If I just delete est2_dist from the model training this runs, and even if I keep it and just delete observed= it still runs … so that seems to be the issue!? But then how do I solve this?

And error is:
ValueError: Shape mismatch: A.shape[0] != y.shape[0] Apply node that caused the error: CGemv{no_inplace}(intercept, 1.0, covars_data, beta, 1.0) Toposort index: 0 Inputs types: [TensorType(float64, shape=(38,)), TensorType(float64, shape=()), TensorType(float64, shape=(None, None)), TensorType(float64, shape=(9,)), TensorType(float64, shape=())] Inputs shapes: [(38,), (), (1, 9), (9,), ()] Inputs strides: [(8,), (), (72, 8), (8,), ()] Inputs values: ['not shown', array(1.), 'not shown', 'not shown', array(1.)]

Thank you!

Are you sure your intercept should have shape=n?

1 Like

wow … that may have fixed it - are you able to explain why? Agreed I only need a single intercept, but just for my pymc understanding, why would this have broken anything?
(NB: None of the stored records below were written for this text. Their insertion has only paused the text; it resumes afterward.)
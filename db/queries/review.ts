import "server-only";
import { and, asc, count, desc, eq, inArray, like, or, sql, type SQL } from "drizzle-orm";
import { db, schema } from "@/db";
import { requiredFilesOf } from "@/lib/pieces/separations";
import { fileVersionSummary } from "./submissions";
import { PIECE_KINDS, PIECE_STATUS_LABELS, PIECE_STATUSES, type PieceStatus } from "@/lib/domain";
import { acceptWarning } from "@/lib/pieces/accept-warning";
import { editorMoveRefusal } from "@/lib/pieces/status";
import { PIECE_VERDICT_RANK, PIECE_VERDICTS, type PieceVerdict } from "@/lib/pieces/verdict";
import type { SubmissionSort, SubmissionsQuery } from "@/lib/validations/review";
import type { Anthology } from "./anthologies";

/**
 * Pages with a file: a current composite, or a current master of any ink (a page sent as
 * separations; whether every ink has one is the piece's verdict's business).
 */
const pageHasFile = sql<number>`COALESCE(SUM(CASE WHEN ${schema.piecePages.currentVersionId} IS NOT NULL OR EXISTS (SELECT 1 FROM ${schema.pageSeparations} sep WHERE sep.piece_page_id = ${schema.piecePages.id} AND sep.current_version_id IS NOT NULL) THEN 1 ELSE 0 END), 0)`;

const p = schema.pieces;
const u = schema.users;
const pp = schema.piecePages;

/* ---------- The submissions table ---------- */

export type SubmissionRow = {
  id: number;
  title: string;
  kind: (typeof PIECE_KINDS)[number];
  pageCount: number;
  inks: string[];
  verdict: PieceVerdict;
  status: PieceStatus;
  creditLine: string;
  updatedAt: string;
  contributor: { id: string; name: string | null; email: string | null };
};

export type SubmissionsPage = {
  rows: SubmissionRow[];
  total: number;
  page: number;
  pageSize: number;
};

/** `FIELD(col, 'a', 'b', …)`: the 1-based position of the value in a fixed order. */
const fieldOrder = (column: SQL | typeof p.status, values: readonly string[]) =>
  sql`FIELD(${column}, ${sql.join(
    values.map((v) => sql`${v}`),
    sql`, `,
  )})`;

/** Sort keys per column; each list is compared in turn. */
const SORT_KEYS: Record<SubmissionSort, () => SQL[]> = {
  contributor: () => [sql`COALESCE(${u.name}, ${u.email})`],
  title: () => [sql`${p.title}`],
  kind: () => [fieldOrder(sql`${p.kind}`, PIECE_KINDS)],
  pages: () => [sql`${p.pageCount}`],
  inks: () => [sql`JSON_LENGTH(${p.inks})`, sql`CAST(${p.inks} AS CHAR)`],
  // Worst verdict ranks highest, so "desc" lists the pieces that need attention first.
  verdict: () => [
    sql`CASE ${p.verdict} ${sql.join(
      PIECE_VERDICTS.map((v) => sql`WHEN ${v} THEN ${PIECE_VERDICT_RANK[v]}`),
      sql` `,
    )} ELSE 5 END`,
  ],
  status: () => [fieldOrder(sql`${p.status}`, PIECE_STATUSES)],
  updated: () => [sql`${p.updatedAt}`],
};

/** `%term%` for LIKE, with the wildcard characters in the term taken literally. */
const containing = (term: string) => `%${term.replace(/[\\%_]/g, (c) => `\\${c}`)}%`;

/** One page of an anthology's submissions, filtered, searched and sorted in SQL. */
export async function listSubmissions(
  anthologyId: number,
  query: SubmissionsQuery,
): Promise<SubmissionsPage> {
  const conditions: SQL[] = [eq(p.anthologyId, anthologyId)];
  if (query.status.length) conditions.push(inArray(p.status, query.status));
  if (query.verdict.length) conditions.push(inArray(p.verdict, query.verdict));
  if (query.q) {
    const term = containing(query.q);
    conditions.push(or(like(p.title, term), like(u.name, term), like(p.creditLine, term))!);
  }
  const where = and(...conditions);
  const direction = query.dir === "asc" ? asc : desc;
  const order = [...SORT_KEYS[query.sort]().map((key) => direction(key)), asc(p.id)];

  const [rows, [totals]] = await Promise.all([
    db
      .select({
        id: p.id,
        title: p.title,
        kind: p.kind,
        pageCount: p.pageCount,
        inks: p.inks,
        verdict: p.verdict,
        status: p.status,
        creditLine: p.creditLine,
        updatedAt: p.updatedAt,
        contributorId: u.id,
        contributorName: u.name,
        contributorEmail: u.email,
      })
      .from(p)
      .innerJoin(u, eq(u.id, p.contributorId))
      .where(where)
      .orderBy(...order)
      .limit(query.pageSize)
      .offset((query.page - 1) * query.pageSize),
    db.select({ total: count() }).from(p).innerJoin(u, eq(u.id, p.contributorId)).where(where),
  ]);

  return {
    rows: rows.map((r) => ({
      id: r.id,
      title: r.title,
      kind: r.kind,
      pageCount: r.pageCount,
      inks: r.inks,
      verdict: r.verdict as PieceVerdict,
      status: r.status,
      creditLine: r.creditLine,
      updatedAt: r.updatedAt.toISOString(),
      contributor: { id: r.contributorId, name: r.contributorName, email: r.contributorEmail },
    })),
    total: Number(totals?.total ?? 0),
    page: query.page,
    pageSize: query.pageSize,
  };
}

/** Which anthology a piece belongs to, for authorising requests that name only the piece. */
export async function findPieceAnthologySlug(pieceId: number): Promise<string | undefined> {
  const [row] = await db
    .select({ slug: schema.anthologies.slug })
    .from(p)
    .innerJoin(schema.anthologies, eq(schema.anthologies.id, p.anthologyId))
    .where(eq(p.id, pieceId))
    .limit(1);
  return row?.slug;
}

/* ---------- Status changes ---------- */

export type RecordedMove =
  | { changed: false; reason: string; needsConfirm?: true }
  | {
      changed: true;
      from: PieceStatus;
      title: string;
      contributorId: string;
      eventId: number | undefined;
    };

/**
 * Moves one piece of `anthology` to `to` in its own transaction: row locked, the editors' rule
 * checked (lib/pieces/status.ts), history written. Telling the contributor is the caller's.
 */
export async function recordPieceMove(
  anthology: Anthology,
  actor: { id: string },
  pieceId: number,
  to: PieceStatus,
  options: { message?: string; expectedFrom?: PieceStatus; confirmAccept?: boolean } = {},
): Promise<RecordedMove> {
  return db.transaction(async (tx) => {
    const [row] = await tx
      .select({
        status: p.status,
        title: p.title,
        contributorId: p.contributorId,
        verdict: p.verdict,
        pageCount: p.pageCount,
      })
      .from(p)
      .where(and(eq(p.id, pieceId), eq(p.anthologyId, anthology.id)))
      .for("update");
    if (!row)
      return { changed: false as const, reason: "There is no such piece in this anthology." };
    if (options.expectedFrom && row.status !== options.expectedFrom) {
      return {
        changed: false as const,
        reason: `Someone moved it to "${PIECE_STATUS_LABELS[row.status]}" in the meantime; look again before changing it.`,
      };
    }
    const refused = editorMoveRefusal(row.status, to);
    if (refused) return { changed: false as const, reason: refused };
    if (to === "accepted" && !options.confirmAccept) {
      const [files] = await tx.select({ n: pageHasFile }).from(pp).where(eq(pp.pieceId, pieceId));
      const warning = acceptWarning({ ...row, pagesWithFiles: Number(files?.n ?? 0) });
      if (warning) return { changed: false as const, reason: warning, needsConfirm: true as const };
    }
    await tx.update(p).set({ status: to }).where(eq(p.id, pieceId));
    const [event] = await tx
      .insert(schema.pieceEvents)
      .values({
        pieceId,
        actorId: actor.id,
        fromStatus: row.status,
        toStatus: to,
        message: options.message ?? null,
      })
      .$returningId();
    return {
      changed: true as const,
      from: row.status,
      title: row.title,
      contributorId: row.contributorId,
      eventId: event?.id,
    };
  });
}

/**
 * Why accepting each of these pieces needs confirmation (pieces that can print, or are not in
 * this anthology, are left out). Read before a bulk move so nothing moves until the editor agrees.
 */
export async function acceptWarnings(
  anthologyId: number,
  pieceIds: number[],
): Promise<{ pieceId: number; warning: string }[]> {
  if (pieceIds.length === 0) return [];
  const rows = await db
    .select({
      id: p.id,
      title: p.title,
      status: p.status,
      verdict: p.verdict,
      pageCount: p.pageCount,
      pagesWithFiles: pageHasFile,
    })
    .from(p)
    .leftJoin(pp, eq(pp.pieceId, p.id))
    .where(and(eq(p.anthologyId, anthologyId), inArray(p.id, pieceIds)))
    .groupBy(p.id);
  return rows.flatMap((row) => {
    if (editorMoveRefusal(row.status, "accepted")) return [];
    const warning = acceptWarning({ ...row, pagesWithFiles: Number(row.pagesWithFiles) });
    return warning ? [{ pieceId: row.id, warning }] : [];
  });
}

/** The address and name to write to about a piece, or undefined for an account with no address. */
export async function contributorContact(
  userId: string,
): Promise<{ email: string; name: string | null } | undefined> {
  const [row] = await db
    .select({ name: u.name, email: u.email })
    .from(u)
    .where(eq(u.id, userId))
    .limit(1);
  return row?.email ? { email: row.email, name: row.name } : undefined;
}

/* ---------- One piece in full ---------- */

export type ReviewVersion = {
  id: number;
  /** The ink of a separation; null for the page's composite file. */
  ink: string | null;
  versionNumber: number;
  fileName: string;
  mimeType: string;
  sizeBytes: number;
  verdict: string;
  report: unknown;
  hasThumbnail: boolean;
  thumbnailWidthPx: number | null;
  thumbnailHeightPx: number | null;
  uploadedByName: string | null;
  createdAt: Date;
};

/** One ink's master of a page: the file in use and the earlier ones. */
export type ReviewSeparation = {
  ink: string;
  current: ReviewVersion | null;
  older: ReviewVersion[];
};

export type ReviewPage = {
  pageIndex: number;
  altText: string | null;
  /** The page's composite file (for a page sent as separations, a colour guide, if any). */
  current: ReviewVersion | null;
  older: ReviewVersion[];
  /** One per ink for a page that takes a master per ink (lib/pieces/separations.ts); else empty. */
  separations: ReviewSeparation[];
};

/** A piece with every page, every file version (newest first) and its status history (newest first). */
export async function getPieceForReview(anthologyId: number, pieceId: number) {
  const [head] = await db
    .select({ piece: p, contributor: { id: u.id, name: u.name, email: u.email } })
    .from(p)
    .innerJoin(u, eq(u.id, p.contributorId))
    .where(and(eq(p.id, pieceId), eq(p.anthologyId, anthologyId)))
    .limit(1);
  if (!head) return undefined;

  const pp = schema.piecePages;
  const fv = schema.fileVersions;
  const uploader = sql<
    string | null
  >`(SELECT ${u.name} FROM ${u} WHERE ${u.id} = ${fv.uploadedBy})`;
  const ps = schema.pageSeparations;
  const [anthology] = await db
    .select({ printMethod: schema.anthologies.printMethod })
    .from(schema.anthologies)
    .where(eq(schema.anthologies.id, anthologyId));
  const required = anthology ? requiredFilesOf(anthology, head.piece) : [];
  const [pageRows, versionRows, eventRows, separationRows] = await Promise.all([
    db.select().from(pp).where(eq(pp.pieceId, pieceId)).orderBy(asc(pp.pageIndex)),
    db
      .select({
        ...fileVersionSummary,
        thumbnailWidthPx: fv.thumbnailWidthPx,
        thumbnailHeightPx: fv.thumbnailHeightPx,
        uploadedByName: uploader,
      })
      .from(fv)
      .innerJoin(pp, eq(pp.id, fv.piecePageId))
      .where(eq(pp.pieceId, pieceId))
      .orderBy(desc(fv.versionNumber), desc(fv.id)),
    db
      .select({
        id: schema.pieceEvents.id,
        fromStatus: schema.pieceEvents.fromStatus,
        toStatus: schema.pieceEvents.toStatus,
        message: schema.pieceEvents.message,
        createdAt: schema.pieceEvents.createdAt,
        actorName: u.name,
      })
      .from(schema.pieceEvents)
      .leftJoin(u, eq(u.id, schema.pieceEvents.actorId))
      .where(eq(schema.pieceEvents.pieceId, pieceId))
      .orderBy(desc(schema.pieceEvents.createdAt), desc(schema.pieceEvents.id)),
    db
      .select({ piecePageId: ps.piecePageId, ink: ps.ink, currentVersionId: ps.currentVersionId })
      .from(ps)
      .innerJoin(pp, eq(pp.id, ps.piecePageId))
      .where(eq(pp.pieceId, pieceId)),
  ]);

  const pageCount = Math.max(head.piece.pageCount, ...pageRows.map((r) => r.pageIndex));
  const pages: ReviewPage[] = [];
  for (let index = 1; index <= pageCount; index++) {
    const row = pageRows.find((r) => r.pageIndex === index);
    const versions: ReviewVersion[] = row
      ? versionRows
          .filter((v) => v.piecePageId === row.id)
          .map(({ piecePageId: _page, hasThumbnail, ...v }) => ({
            ...v,
            hasThumbnail: Boolean(Number(hasThumbnail)),
          }))
      : [];
    const composites = versions.filter((v) => v.ink === null);
    const current = composites.find((v) => v.id === row?.currentVersionId) ?? null;
    pages.push({
      pageIndex: index,
      altText: row?.altText ?? null,
      current,
      older: composites.filter((v) => v !== current),
      separations: required.flatMap((file) => {
        if (file.kind !== "separation") return [];
        const own = versions.filter((v) => v.ink === file.ink);
        const sep = separationRows.find((x) => x.piecePageId === row?.id && x.ink === file.ink);
        const inUse = own.find((v) => v.id === sep?.currentVersionId) ?? null;
        return [{ ink: file.ink, current: inUse, older: own.filter((v) => v !== inUse) }];
      }),
    });
  }

  return {
    piece: { ...head.piece, verdict: head.piece.verdict as PieceVerdict },
    contributor: head.contributor,
    pages,
    events: eventRows.map((e) => ({
      ...e,
      fromStatus: e.fromStatus as PieceStatus | null,
      toStatus: e.toStatus as PieceStatus,
    })),
  };
}
export type PieceForReview = NonNullable<Awaited<ReturnType<typeof getPieceForReview>>>;

/* ---------- Editors' notes (never shown to contributors) ---------- */

export type EditorNote = {
  id: number;
  body: string;
  createdAt: string;
  author: { id: string; name: string | null };
};

export async function listEditorNotes(pieceId: number): Promise<EditorNote[]> {
  const n = schema.editorNotes;
  const rows = await db
    .select({
      id: n.id,
      body: n.body,
      createdAt: n.createdAt,
      authorId: n.authorId,
      authorName: u.name,
    })
    .from(n)
    .leftJoin(u, eq(u.id, n.authorId))
    .where(eq(n.pieceId, pieceId))
    .orderBy(desc(n.createdAt), desc(n.id));
  return rows.map((r) => ({
    id: r.id,
    body: r.body,
    createdAt: r.createdAt.toISOString(),
    author: { id: r.authorId, name: r.authorName },
  }));
}

export async function addEditorNote(
  pieceId: number,
  author: { id: string; name: string | null },
  body: string,
): Promise<EditorNote> {
  const createdAt = new Date();
  const [row] = await db
    .insert(schema.editorNotes)
    .values({ pieceId, authorId: author.id, body, createdAt })
    .$returningId();
  if (!row) throw new Error("note insert returned no id");
  return {
    id: row.id,
    body,
    createdAt: createdAt.toISOString(),
    author: { id: author.id, name: author.name },
  };
}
The reason it broke is that you defined it with a static shape, based on covariates, instead of a dynamic one based on covars_data, so PyMC wouldn’t resize it after you updated the MutableData.

But it wouldn’t make sense to have a RV size change between sample and posterior predictive, as it would be unclear how to reuse the psoterior inferences (pymc would end up sampling the posterior predictive of that RV as well, which in you case would be a prior draw from the distribution)

Sorry I have one further question. Weirdly, this now only works for me if I set obs2_data and sigma_data to some dummy values … I read that in some other post here, but that cannot be correct, right?! Cause how would it then differentiate between these and actual variables I have observed and need to update (such as covars_data here)? Appreciate the help!